> What the task requires:
Say how many lines below have "this" in them, giving the number alone.

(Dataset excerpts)
Segment Open

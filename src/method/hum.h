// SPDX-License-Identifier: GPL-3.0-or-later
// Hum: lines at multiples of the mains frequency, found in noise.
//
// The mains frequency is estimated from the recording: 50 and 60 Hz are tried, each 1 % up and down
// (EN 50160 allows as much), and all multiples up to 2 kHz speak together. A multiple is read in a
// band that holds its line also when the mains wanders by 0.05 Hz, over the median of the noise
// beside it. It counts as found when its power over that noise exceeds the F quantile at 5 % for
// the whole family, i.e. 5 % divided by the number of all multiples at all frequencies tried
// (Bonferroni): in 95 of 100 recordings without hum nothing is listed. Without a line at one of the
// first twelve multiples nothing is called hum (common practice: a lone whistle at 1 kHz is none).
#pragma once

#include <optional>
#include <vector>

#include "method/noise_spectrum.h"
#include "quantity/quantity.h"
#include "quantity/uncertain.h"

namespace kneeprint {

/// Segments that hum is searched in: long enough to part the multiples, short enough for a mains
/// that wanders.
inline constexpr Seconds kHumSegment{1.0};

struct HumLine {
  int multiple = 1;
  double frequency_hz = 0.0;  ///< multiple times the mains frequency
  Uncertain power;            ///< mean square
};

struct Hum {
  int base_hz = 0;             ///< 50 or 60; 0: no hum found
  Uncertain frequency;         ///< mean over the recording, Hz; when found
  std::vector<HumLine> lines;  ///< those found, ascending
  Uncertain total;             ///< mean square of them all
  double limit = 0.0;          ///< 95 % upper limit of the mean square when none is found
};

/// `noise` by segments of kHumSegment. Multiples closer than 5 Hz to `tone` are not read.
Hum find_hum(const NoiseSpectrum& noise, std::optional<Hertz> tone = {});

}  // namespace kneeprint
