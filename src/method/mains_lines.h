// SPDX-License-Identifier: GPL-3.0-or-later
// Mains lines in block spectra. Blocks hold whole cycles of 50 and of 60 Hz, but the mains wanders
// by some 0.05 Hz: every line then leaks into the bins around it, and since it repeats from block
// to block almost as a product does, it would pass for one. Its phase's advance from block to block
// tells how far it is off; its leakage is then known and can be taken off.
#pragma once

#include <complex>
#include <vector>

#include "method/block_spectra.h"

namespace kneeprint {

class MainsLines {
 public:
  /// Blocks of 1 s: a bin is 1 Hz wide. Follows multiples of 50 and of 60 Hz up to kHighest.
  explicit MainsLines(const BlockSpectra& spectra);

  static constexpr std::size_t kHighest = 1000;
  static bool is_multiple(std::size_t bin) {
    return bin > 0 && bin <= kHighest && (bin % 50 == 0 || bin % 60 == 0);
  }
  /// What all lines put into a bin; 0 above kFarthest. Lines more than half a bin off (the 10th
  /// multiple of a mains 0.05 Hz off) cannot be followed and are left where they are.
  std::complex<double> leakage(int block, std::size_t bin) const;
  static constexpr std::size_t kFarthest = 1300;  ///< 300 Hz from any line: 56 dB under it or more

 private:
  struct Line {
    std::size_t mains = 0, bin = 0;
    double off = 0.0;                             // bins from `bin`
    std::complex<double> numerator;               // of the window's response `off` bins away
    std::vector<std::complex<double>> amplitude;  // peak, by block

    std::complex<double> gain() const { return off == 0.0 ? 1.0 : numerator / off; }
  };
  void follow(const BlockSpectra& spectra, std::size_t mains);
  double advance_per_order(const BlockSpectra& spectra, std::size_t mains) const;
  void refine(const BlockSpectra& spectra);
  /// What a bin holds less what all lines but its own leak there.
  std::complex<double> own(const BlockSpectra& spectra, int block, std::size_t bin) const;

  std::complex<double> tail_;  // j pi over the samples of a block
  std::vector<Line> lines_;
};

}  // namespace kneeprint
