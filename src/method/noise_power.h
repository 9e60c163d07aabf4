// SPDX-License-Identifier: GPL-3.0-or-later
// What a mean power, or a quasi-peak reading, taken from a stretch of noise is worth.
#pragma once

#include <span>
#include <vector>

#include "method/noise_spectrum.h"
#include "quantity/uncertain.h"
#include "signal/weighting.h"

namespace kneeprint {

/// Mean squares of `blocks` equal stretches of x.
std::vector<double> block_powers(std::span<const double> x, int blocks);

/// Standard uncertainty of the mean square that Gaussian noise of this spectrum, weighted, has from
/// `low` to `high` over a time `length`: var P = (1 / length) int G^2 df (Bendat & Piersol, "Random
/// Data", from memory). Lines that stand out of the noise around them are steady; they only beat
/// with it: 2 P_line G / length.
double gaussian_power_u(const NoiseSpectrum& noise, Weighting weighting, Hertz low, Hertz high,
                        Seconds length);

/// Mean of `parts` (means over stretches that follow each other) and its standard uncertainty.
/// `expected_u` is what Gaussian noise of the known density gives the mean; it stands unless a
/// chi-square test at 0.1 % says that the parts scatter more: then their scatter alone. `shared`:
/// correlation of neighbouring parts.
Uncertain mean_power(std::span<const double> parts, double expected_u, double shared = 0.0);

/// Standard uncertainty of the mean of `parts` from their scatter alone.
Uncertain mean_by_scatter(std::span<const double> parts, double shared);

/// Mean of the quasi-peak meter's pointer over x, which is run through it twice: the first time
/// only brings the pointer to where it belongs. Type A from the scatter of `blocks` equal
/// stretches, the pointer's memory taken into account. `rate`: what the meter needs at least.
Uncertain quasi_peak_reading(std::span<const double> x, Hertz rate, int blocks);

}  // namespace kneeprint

Segment Closed
Segment Open

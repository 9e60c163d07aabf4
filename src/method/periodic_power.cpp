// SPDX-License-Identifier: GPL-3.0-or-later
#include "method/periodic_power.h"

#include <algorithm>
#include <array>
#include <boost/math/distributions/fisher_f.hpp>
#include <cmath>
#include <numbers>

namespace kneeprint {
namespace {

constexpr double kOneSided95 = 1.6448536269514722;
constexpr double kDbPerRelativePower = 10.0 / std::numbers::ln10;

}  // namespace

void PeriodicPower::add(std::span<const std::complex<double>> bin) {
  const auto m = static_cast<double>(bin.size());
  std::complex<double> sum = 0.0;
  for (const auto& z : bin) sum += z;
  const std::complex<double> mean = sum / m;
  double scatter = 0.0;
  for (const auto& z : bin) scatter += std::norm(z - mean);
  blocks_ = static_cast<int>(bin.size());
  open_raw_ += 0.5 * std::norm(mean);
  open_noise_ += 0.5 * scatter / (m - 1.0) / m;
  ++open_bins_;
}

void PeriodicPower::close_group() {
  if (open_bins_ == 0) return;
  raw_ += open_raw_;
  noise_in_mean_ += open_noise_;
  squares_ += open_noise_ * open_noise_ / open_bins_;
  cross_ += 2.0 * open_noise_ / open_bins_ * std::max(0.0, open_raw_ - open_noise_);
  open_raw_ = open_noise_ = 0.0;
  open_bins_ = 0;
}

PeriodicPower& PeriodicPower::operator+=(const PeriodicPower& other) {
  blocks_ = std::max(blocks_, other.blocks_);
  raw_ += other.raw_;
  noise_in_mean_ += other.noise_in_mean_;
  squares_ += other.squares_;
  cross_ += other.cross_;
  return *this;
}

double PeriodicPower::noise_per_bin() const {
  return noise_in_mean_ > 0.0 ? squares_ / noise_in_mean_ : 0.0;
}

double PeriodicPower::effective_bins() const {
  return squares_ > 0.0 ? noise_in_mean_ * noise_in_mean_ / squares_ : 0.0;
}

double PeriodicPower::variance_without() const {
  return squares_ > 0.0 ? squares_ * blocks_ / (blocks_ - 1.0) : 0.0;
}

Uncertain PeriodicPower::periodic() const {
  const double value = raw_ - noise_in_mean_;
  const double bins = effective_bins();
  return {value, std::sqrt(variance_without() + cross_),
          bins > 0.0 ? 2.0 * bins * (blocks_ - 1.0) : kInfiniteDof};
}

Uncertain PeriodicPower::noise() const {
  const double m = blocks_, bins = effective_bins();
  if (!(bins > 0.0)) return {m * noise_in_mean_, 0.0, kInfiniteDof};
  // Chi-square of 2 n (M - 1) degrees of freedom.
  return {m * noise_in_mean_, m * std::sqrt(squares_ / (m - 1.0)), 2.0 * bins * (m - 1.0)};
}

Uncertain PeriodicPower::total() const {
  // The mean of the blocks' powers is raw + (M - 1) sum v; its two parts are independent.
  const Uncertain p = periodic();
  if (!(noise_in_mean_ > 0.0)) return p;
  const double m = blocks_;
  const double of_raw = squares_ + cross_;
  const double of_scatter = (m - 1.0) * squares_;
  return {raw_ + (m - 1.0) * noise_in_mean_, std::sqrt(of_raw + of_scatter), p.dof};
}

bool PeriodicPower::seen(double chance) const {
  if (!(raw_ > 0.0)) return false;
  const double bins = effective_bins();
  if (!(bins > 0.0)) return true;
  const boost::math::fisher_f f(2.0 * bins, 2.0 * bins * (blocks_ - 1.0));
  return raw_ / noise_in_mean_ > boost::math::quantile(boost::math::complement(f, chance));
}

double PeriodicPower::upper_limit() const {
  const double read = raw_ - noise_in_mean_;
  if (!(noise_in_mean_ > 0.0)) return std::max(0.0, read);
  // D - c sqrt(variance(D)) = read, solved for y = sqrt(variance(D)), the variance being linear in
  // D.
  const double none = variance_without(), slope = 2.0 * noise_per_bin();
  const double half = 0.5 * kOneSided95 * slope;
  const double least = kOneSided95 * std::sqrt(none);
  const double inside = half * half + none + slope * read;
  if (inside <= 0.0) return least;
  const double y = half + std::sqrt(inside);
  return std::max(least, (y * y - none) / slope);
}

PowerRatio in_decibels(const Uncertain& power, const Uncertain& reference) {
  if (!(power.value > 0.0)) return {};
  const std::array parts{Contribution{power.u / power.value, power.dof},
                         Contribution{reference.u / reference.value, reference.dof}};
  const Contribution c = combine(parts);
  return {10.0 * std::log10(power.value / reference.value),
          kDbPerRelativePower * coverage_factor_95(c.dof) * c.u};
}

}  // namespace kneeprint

Segment Closed

> Response below:
2